Pedal steel guitarists are practitioners of an arcane discipline, on par with the medieval harp or the ondes martenot. Possibly for this reason, steel players draw the wagons in a circle at social gatherings. Stand near two or three or more of them at a Fourth of July picnic and, if you are listening as the guitarists’ compare notes and complain about pedal flexibility or string gauges or the heft and finish of the large piece of smooth metal they use to barre chords and bend notes, you will lapse into a drowsy, dopey state that caffeine can't touch. The English saloon singer and art historian George Melly once generalized trombonists as the most neurotic of musicians, perpetually worried that their slide might be dented or bent. Melly obviously never met anyone who played pedal steel.
What the pedal steel fraternity made of Demola Adepoju, when King Sunny Adé and his African Beats first toured the U.S. circa ‘82, remains the stuff of conjecture. Demola was not your standard issue Nashville session guy, this much was certain. He was black. He played barefoot. He didn’t use a volume pedal, though he did use lots of signal processing. Sitting at the side of the stage, nodding his head in a near-somnolent state, he’d occasionally tear off reverb-drenched solos whose individual notes sounded like so many comets passing near Earth’s orbit. Demola was the type of pedal steel player (the late O.J. "Red" Rhodes, featured on Michael Nesmith's solo lp's, being another) capable of transforming a C&W cliché into a rural synthesizer.

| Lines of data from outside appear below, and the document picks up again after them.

export type TokenKind = "num" | "word" | "punct" | "other";

export interface Token {
  kind: TokenKind;
  /** Words upper-cased; numbers without thousands separators. */
  text: string;
  start: number;
  end: number;
  /** Whitespace comes before this token. */
  gap: boolean;
  /** Numbers only; NaN for other tokens. */
  value: number;
  /** Numbers written with digits only (no decimal point, no thousands separator). */
  plain: boolean;
}

export const isDigit = (c: number): boolean => c >= 48 && c <= 57;
export const isLetter = (c: number): boolean => (c >= 65 && c <= 90) || (c >= 97 && c <= 122);
export const isSpace = (c: number): boolean => c <= 32 || c === 0xa0 || c === 0x3000 || (c >= 0x2000 && c <= 0x200b);
const MULTIPLICATION_SIGN = 0xd7;
const isDash = (c: number): boolean => (c >= 0x2010 && c <= 0x2015) || c === 0x2212;

function digitsEnd(input: string, i: number): number {
  while (i < input.length && isDigit(input.charCodeAt(i))) i++;
  return i;
}

/** Splits text into numbers, ASCII letter runs, single punctuation marks and runs of anything else. */
export function tokenize(input: string): Token[] {
  const tokens: Token[] = [];
  const n = input.length;
  let gap = false;
  let i = 0;
  while (i < n) {
    const c = input.charCodeAt(i);
    if (isSpace(c)) {
      gap = true;
      i++;
      continue;
    }
    const start = i;
    let kind: TokenKind;
    let text: string;
    let value = Number.NaN;
    let plain = false;
    if (isDigit(c)) {
      kind = "num";
      value = 0;
      for (; i < n && isDigit(input.charCodeAt(i)); i++) value = value * 10 + input.charCodeAt(i) - 48;
      plain = true;
      text = input.slice(start, i);
      if (input.charCodeAt(i) === 46 && isDigit(input.charCodeAt(i + 1))) {
        i = digitsEnd(input, i + 1);
        text = input.slice(start, i);
        plain = false;
        value = Number(text);
      } else if (input.charCodeAt(i) === 44) {
        // Thousands separators: "2,998" but not "205,55".
        while (input.charCodeAt(i) === 44 && digitsEnd(input, i + 1) === i + 4) {
          text += input.slice(i + 1, i + 4);
          i += 4;
          plain = false;
        }
        value = Number(text);
      }
    } else if (isLetter(c)) {
      kind = "word";
      let lower = false;
      for (; i < n; i++) {
        const d = input.charCodeAt(i);
        if (!isLetter(d)) break;
        lower ||= d >= 97;
      }
      text = lower ? input.slice(start, i).toUpperCase() : input.slice(start, i);
    } else if (c === MULTIPLICATION_SIGN) {
      kind = "word";
      text = "X";
      i++;
    } else if (c < 128 || isDash(c)) {
      kind = "punct";
      text = c < 128 ? input[i] ?? "" : "-";
      i++;
    } else {
      kind = "other";
      while (i < n) {
        const d = input.charCodeAt(i);
        if (d < 128 || isSpace(d) || isDash(d) || d === MULTIPLICATION_SIGN) break;
        i++;
      }
      text = input.slice(start, i);
    }
    tokens.push({ kind, text, start, end: i, gap, value, plain });
    gap = false;
  }
  return tokens;
}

Olufe-Mi is the only solo lp by Demola Adepoju of which I’m aware; this is the only copy I’ve ever encountered. Its four tracks could be thought of as Nigerian juju in chamber format (well, except for “Igba Aiye,” which sounds like a reggae cover of a Mac Davis song), with a very few players simulating the impact of Adé’s much larger band. That band had dissolved by the time of Olufe-Mi’s release in '85. Class act that he was, Adepoju still thanked King Sunny in the liners for the latter’s ‘Golden Advices.’ He also thanked Roger “One Take” Steffens, founding editor of The Beat, perennial M.C. of Los Angeles-area reggae shows and prime mover on the Bob Marley postmortem lecture circuit.
In the '80s, Demola Adepoju toured & recorded with the African Beats, played on Paul Simon’s Graceland album and was accorded a sidebar article in Guitar Player magazine. He lived and performed in the D.C. area for a while, post-Adé, before being turfed out of the U.S. on visa grounds. I have no idea of his activities during the past fifteen years. I hope that he’s doing well, as he deserves that much, if only for having made this most impressive album.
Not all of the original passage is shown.